▶ [THE RECORDS]
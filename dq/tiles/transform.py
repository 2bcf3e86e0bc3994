"""Tile energies from whitened spectra: one inverse FFT per row, then a close look.

A tile's coefficient is the inverse transform of the whitened spectrum under the row's
window (Chatterji et al. 2004). With a window whose squares add up to 1 and a spectrum
whose bins have mean square 1, the energy Z = X conj(X) has mean 1 in Gaussian noise and
P(Z > z) = exp(-z); a matched signal of optimal SNR rho adds rho^2 / 2 to the mean.

The transform gives the coarse tiles of a row; the tiles between them are interpolated
only where a coarse one is loud enough for its neighbour to count (``midpoints``), which
finds what the transform of the whole row finds at little more than half its price.

Several transforms ("items") go through each row together, since the FFT library works
on them side by side.
"""

from __future__ import annotations

from dataclasses import dataclass

import numpy as np
import scipy.fft

from dq.tiles.bright import BrightRuns, find_bright, second_rows
from dq.tiles.kernels import CHUNK, apply_window, chunk_maxima, find_runs
from dq.tiles.midpoints import midpoint_weights, screening_energy
from dq.tiles.plan import TilePlan

#: Complex64 coefficients that one row may hold at a time (32 MiB): longer batches of
#: long rows are cut, so that memory follows the block and not the batch.
_ROW_LIMIT = 4 * 2**20


@dataclass(frozen=True)
class TileRuns:
    """Runs of consecutive tiles above threshold, one array element each.

    Attributes
    ----------
    item, row : ndarray of int
        Which transform and which row of the plan.
    first, last, peak : ndarray of int
        First, last and loudest tile of the run.
    energy, before, after : ndarray of float
        Normalised energy (mean 1 in noise) of the loudest tile and of the tiles before
        and after it.
    total : ndarray of float
        Normalised energy summed over the run.
    """

    item: np.ndarray
    row: np.ndarray
    first: np.ndarray
    last: np.ndarray
    peak: np.ndarray
    energy: np.ndarray
    before: np.ndarray
    after: np.ndarray
    total: np.ndarray

    def __len__(self) -> int:
        return len(self.item)


def row_coefficients(spectra: np.ndarray, plan: TilePlan, row: int) -> np.ndarray:
    """Compute all tiles of one row, those between the coarse ones included.

    Parameters
    ----------
    spectra : ndarray of complex64, shape (n_items, n_bins)
        Whitened spectra; bins have mean square 1 in noise.
    plan : TilePlan
    row : int

    Returns
    -------
    ndarray of complex64, shape (n_items, n_tiles)
        Coefficients at times ``k * length_s / n_tiles`` after the first sample; their
        phases turn with the tile (only moduli are meant to be used).
    """
    work = np.empty(len(spectra) * int(plan.tiles[row]), dtype=np.complex64)
    return _transform(spectra, plan, row, int(plan.tiles[row]), work)


def _transform(spectra, plan: TilePlan, row: int, n_tiles: int, work) -> np.ndarray:
    buffer = work[: len(spectra) * n_tiles].reshape(len(spectra), n_tiles)
    parts, out = spectra.view(np.float32), buffer.view(np.float32)
    apply_window(parts, plan.first_bin[row], plan.window(row), out)
    return scipy.fft.ifft(buffer, axis=1, norm="forward", overwrite_x=True, workers=1)


def tile_runs(
    spectra: np.ndarray,
    plan: TilePlan,
    *,
    level: np.ndarray,
    start_s: np.ndarray,
    end_s: np.ndarray,
    threshold: float,
) -> TileRuns:
    """Find the tiles at or above an energy threshold, as runs in time.

    Parameters
    ----------
    spectra : ndarray of complex64, shape (n_items, n_bins)
    plan : TilePlan
    level : ndarray, shape (n_items, n_rows)
        Mean energy that noise has in each row (near 1); energies are divided by it.
    start_s, end_s : ndarray, shape (n_items,)
        Tiles centred in ``[start_s, end_s)`` after the first sample are looked at.
    threshold : float
        Normalised energy.

    Returns
    -------
    TileRuns
    """
    return scan_tiles(
        spectra,
        plan,
        level=level,
        start_s=start_s,
        end_s=end_s,
        threshold=threshold,
        bright=None,
    )[0]


def scan_tiles(
    spectra: np.ndarray,
    plan: TilePlan,
    *,
    level: np.ndarray,
    start_s: np.ndarray,
    end_s: np.ndarray,
    threshold: float,
    bright: float | None,
    gap_sigmas: float = 0.0,
) -> tuple[TileRuns, BrightRuns]:
    """Find the tiles above threshold and, in the same pass, the bright ones.

    Parameters
    ----------
    spectra, plan, level, start_s, end_s, threshold
        As of :func:`tile_runs`.
    bright : float or None
        Normalised energy from which on a coarse tile is bright; None: none is. Every
        second row is looked at (``second_rows``).
    gap_sigmas : float
        Bright tiles up to this many sigma_t apart make one run.

    Returns
    -------
    TileRuns, BrightRuns
    """
    runs, lit = _Gathered(), _Gathered()
    lows, highs = _tile_range(plan, start_s), _tile_range(plan, end_s)
    bounds = (threshold * level.T).astype(np.float32)
    screens = (screening_energy(threshold) * level.T).astype(np.float32)
    chosen = second_rows(plan)
    gaps = (gap_sigmas * plan.sigma_t * plan.coarse / plan.length_s).astype(np.int64)
    for row, part, x, maxima in _rows(spectra, plan):
        low, high = lows[row, part], highs[row, part]
        weights, normal = midpoint_weights(), level[part, row]
        fixed = x, maxima, low, high, bounds[row, part], screens[row, part], weights
        runs.add(find_runs, fixed, row, part.start, normal, columns=(4, 4))
        if bright is None or not chosen[row]:
            continue
        least = (bright * normal).astype(np.float32)
        fixed = x, maxima, (low + 1) // 2, (high + 1) // 2, least, gaps[row]
        lit.add(find_bright, fixed, row, part.start, normal, columns=(5, 2))
    if runs.places:
        place, row, energy = runs.joined()
        found = TileRuns(place[:, 0], row, *place[:, 1:].T, *energy.T.astype(float))
    else:
        none = np.zeros(0, dtype=np.int64)
        found = TileRuns(none, none, none, none, none, *(np.zeros(0),) * 4)
    return found, BrightRuns.of(*lit.joined()) if lit.places else BrightRuns.none()


def _rows(spectra: np.ndarray, plan: TilePlan):
    """Yield each row, the items in it, their coarse coefficients and their maxima."""
    chunks = np.clip(_ROW_LIMIT // plan.coarse, 1, len(spectra))
    # fresh memory for every row would cost more in page faults than the transform
    work = np.empty(int(np.max(chunks * plan.coarse)), dtype=np.complex64)
    maxima = np.empty(int(np.max(chunks * (plan.coarse // CHUNK + 1))), np.float32)
    for row, chunk in enumerate(chunks):
        width = int(plan.coarse[row]) // CHUNK + 1
        for item in range(0, len(spectra), chunk):
            part = slice(item, item + chunk)
            x = _transform(spectra[part], plan, row, int(plan.coarse[row]), work)
            x = x.view(np.float32)
            peaks = maxima[: len(x) * width].reshape(len(x), width)
            chunk_maxima(x, peaks)
            yield row, part, x, peaks


class _Gathered:
    """What a kernel found in the rows so far."""

    def __init__(self):
        self.places, self.rows, self.energies = [], [], []
        self.capacity = 1024

    def add(self, kernel, fixed, row: int, item: int, level, *, columns) -> None:
        """Run a kernel over a row, again with more room where it found more."""
        while True:
            places = np.empty((self.capacity, columns[0]), dtype=np.int64)
            energies = np.empty((self.capacity, columns[1]), dtype=np.float32)
            found = kernel(*fixed, places, energies)
            if found <= self.capacity:
                break
            self.capacity = 2 * found
        if found:
            places, energies = places[:found].copy(), energies[:found]
            self.energies.append(energies / level[places[:, 0]][:, None])
            places[:, 0] += item
            self.places.append(places)
            self.rows.append(np.full(found, row))

    def joined(self) -> tuple[np.ndarray, np.ndarray, np.ndarray]:
        """Give places, rows and normalised energies of all."""
        parts = self.places, self.rows, self.energies
        return tuple(np.concatenate(part) for part in parts)


def _tile_range(plan: TilePlan, seconds) -> np.ndarray:
    """Give each row's first tile at or after a time, shape (n_rows, n_items)."""
    spacing = plan.length_s / plan.tiles[:, None]
    first = np.ceil(np.asarray(seconds)[None, :] / spacing - 1e-9).astype(np.int64)
    return np.clip(first, 0, plan.tiles[:, None])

▶ [PROBLEM DETAILS] Please retype the top of the data exactly, down to and including the line that holds "P(Z > z) = exp(-z);", and nothing further.

▶ [WRITTEN REPLY]
filename dq/tiles/transform.py
repository 2bcf3e86e0bc3994
"""Tile energies from whitened spectra: one inverse FFT per row, then a close look.

A tile's coefficient is the inverse transform of the whitened spectrum under the row's
window (Chatterji et al. 2004). With a window whose squares add up to 1 and a spectrum
whose bins have mean square 1, the energy Z = X conj(X) has mean 1 in Gaussian noise and
P(Z > z) = exp(-z); a matched signal of optimal SNR rho adds rho^2 / 2 to the mean.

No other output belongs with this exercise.